• **Work instructions**
Scan the listing below and copy every line holding "levelSettings".
========================================
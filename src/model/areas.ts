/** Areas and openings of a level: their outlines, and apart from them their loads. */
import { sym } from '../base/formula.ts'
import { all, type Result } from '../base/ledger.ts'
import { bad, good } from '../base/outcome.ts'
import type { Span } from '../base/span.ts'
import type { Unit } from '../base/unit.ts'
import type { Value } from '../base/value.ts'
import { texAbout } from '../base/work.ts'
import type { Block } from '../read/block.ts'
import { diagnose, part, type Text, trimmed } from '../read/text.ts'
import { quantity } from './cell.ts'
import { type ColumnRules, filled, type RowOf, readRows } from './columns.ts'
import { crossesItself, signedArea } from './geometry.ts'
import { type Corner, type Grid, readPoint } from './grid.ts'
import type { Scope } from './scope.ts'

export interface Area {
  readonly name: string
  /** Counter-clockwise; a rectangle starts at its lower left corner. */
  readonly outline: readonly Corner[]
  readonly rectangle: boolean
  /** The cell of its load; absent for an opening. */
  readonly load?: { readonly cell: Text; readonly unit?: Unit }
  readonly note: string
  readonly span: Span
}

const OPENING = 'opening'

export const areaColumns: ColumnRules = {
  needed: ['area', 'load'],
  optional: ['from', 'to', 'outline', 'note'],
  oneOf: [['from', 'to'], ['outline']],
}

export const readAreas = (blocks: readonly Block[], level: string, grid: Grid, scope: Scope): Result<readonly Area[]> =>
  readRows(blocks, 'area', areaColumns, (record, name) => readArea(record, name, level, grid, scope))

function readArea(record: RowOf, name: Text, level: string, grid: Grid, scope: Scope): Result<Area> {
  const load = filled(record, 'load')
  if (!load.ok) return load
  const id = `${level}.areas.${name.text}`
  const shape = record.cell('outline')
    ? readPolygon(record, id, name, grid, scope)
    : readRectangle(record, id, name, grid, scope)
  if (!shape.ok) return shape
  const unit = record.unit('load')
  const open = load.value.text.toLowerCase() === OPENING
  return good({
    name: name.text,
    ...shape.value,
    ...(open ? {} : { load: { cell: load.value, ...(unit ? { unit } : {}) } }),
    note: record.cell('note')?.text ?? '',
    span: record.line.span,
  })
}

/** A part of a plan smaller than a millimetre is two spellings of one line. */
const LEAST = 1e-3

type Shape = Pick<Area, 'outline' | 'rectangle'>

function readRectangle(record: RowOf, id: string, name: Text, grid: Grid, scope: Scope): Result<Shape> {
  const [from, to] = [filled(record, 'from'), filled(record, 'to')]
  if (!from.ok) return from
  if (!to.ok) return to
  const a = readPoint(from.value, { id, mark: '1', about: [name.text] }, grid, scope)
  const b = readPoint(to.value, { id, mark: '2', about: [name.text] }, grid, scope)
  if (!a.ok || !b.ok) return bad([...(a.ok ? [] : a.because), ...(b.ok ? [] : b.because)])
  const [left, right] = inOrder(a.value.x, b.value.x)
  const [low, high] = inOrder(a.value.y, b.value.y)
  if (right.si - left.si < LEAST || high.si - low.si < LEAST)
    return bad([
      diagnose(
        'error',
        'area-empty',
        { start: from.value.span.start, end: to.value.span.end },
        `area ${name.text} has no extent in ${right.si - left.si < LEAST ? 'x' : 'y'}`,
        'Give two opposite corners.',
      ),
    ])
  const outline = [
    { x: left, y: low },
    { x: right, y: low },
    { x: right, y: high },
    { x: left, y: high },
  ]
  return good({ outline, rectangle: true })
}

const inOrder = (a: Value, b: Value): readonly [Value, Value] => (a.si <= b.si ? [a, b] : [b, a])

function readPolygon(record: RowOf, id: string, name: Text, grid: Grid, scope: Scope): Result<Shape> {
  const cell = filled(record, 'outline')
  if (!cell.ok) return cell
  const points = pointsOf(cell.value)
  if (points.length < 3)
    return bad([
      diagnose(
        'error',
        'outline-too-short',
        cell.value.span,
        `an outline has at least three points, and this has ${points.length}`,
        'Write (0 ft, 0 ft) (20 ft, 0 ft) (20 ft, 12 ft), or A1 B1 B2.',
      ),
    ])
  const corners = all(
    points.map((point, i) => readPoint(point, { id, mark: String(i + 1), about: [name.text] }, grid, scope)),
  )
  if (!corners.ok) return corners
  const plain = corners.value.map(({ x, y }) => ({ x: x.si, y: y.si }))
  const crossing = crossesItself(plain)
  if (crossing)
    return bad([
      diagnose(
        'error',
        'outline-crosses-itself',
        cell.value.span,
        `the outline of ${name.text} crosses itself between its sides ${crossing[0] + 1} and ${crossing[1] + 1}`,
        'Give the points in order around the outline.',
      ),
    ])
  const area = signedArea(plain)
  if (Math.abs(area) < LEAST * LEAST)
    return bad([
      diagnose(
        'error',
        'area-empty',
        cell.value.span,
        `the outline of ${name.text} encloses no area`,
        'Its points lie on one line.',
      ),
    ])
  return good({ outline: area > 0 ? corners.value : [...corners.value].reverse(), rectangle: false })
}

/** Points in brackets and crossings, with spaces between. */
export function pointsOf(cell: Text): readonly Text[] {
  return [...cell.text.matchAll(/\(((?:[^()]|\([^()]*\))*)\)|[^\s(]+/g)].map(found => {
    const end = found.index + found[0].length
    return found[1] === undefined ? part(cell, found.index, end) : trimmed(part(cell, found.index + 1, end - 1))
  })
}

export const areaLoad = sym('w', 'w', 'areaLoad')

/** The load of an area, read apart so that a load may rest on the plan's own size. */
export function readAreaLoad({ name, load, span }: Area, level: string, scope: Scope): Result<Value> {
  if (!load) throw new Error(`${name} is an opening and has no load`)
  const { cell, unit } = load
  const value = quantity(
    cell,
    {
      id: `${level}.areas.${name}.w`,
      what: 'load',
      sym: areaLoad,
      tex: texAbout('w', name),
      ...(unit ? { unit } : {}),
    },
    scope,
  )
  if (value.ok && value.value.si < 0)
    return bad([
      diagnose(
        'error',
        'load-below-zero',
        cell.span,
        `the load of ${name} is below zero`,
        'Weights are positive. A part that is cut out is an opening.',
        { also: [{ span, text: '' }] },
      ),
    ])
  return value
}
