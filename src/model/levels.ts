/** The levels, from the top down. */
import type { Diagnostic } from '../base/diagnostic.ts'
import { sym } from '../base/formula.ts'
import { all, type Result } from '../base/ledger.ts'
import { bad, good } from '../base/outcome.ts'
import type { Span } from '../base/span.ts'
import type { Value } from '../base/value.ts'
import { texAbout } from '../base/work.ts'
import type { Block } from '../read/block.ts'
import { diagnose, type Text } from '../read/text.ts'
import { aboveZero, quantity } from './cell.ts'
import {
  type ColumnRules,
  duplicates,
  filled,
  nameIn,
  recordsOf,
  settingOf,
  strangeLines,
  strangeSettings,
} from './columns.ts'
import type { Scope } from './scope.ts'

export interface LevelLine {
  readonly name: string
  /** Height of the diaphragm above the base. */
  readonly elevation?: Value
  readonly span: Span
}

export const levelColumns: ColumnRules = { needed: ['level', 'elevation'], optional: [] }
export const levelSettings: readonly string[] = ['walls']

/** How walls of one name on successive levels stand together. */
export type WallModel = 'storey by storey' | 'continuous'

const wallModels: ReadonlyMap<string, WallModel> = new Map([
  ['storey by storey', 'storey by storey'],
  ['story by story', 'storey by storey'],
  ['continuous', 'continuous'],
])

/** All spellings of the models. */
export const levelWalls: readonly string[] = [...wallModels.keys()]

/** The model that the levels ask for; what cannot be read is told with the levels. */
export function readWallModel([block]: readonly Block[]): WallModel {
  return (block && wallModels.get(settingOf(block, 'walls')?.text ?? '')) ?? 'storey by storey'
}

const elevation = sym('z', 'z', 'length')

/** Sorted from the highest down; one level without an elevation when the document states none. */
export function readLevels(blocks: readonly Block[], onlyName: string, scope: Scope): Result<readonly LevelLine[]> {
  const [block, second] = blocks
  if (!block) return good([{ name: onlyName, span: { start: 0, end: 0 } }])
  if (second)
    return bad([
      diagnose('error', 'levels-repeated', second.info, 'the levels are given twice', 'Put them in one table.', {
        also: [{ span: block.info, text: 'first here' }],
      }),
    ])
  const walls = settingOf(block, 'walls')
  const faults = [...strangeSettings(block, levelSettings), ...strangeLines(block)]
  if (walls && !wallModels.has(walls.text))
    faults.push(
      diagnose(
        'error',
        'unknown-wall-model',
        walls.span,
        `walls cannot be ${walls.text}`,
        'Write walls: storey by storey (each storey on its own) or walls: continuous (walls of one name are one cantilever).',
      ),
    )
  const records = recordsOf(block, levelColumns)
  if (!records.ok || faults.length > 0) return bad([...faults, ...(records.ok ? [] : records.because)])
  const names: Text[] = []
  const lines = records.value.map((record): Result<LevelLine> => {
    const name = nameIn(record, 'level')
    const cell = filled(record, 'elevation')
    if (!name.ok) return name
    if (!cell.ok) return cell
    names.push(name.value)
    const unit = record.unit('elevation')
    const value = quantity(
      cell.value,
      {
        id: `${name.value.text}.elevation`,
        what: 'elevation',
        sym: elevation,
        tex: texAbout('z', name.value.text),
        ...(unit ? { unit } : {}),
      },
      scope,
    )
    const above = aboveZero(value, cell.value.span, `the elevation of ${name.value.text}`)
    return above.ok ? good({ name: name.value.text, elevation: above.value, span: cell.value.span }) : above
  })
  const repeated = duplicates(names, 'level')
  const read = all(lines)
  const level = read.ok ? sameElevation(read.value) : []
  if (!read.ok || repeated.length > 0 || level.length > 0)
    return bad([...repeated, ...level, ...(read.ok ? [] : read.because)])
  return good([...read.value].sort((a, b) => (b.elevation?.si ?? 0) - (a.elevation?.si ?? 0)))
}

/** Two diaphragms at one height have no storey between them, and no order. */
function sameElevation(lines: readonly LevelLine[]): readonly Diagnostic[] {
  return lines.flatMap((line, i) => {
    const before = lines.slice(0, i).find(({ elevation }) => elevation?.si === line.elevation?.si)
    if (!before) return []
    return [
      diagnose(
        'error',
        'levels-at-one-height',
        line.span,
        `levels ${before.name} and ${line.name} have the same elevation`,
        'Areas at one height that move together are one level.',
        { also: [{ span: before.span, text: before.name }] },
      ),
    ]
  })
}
========================================
• **Response to this task**
export const levelSettings: readonly string[] = ['walls']
  const faults = [...strangeSettings(block, levelSettings), ...strangeLines(block)]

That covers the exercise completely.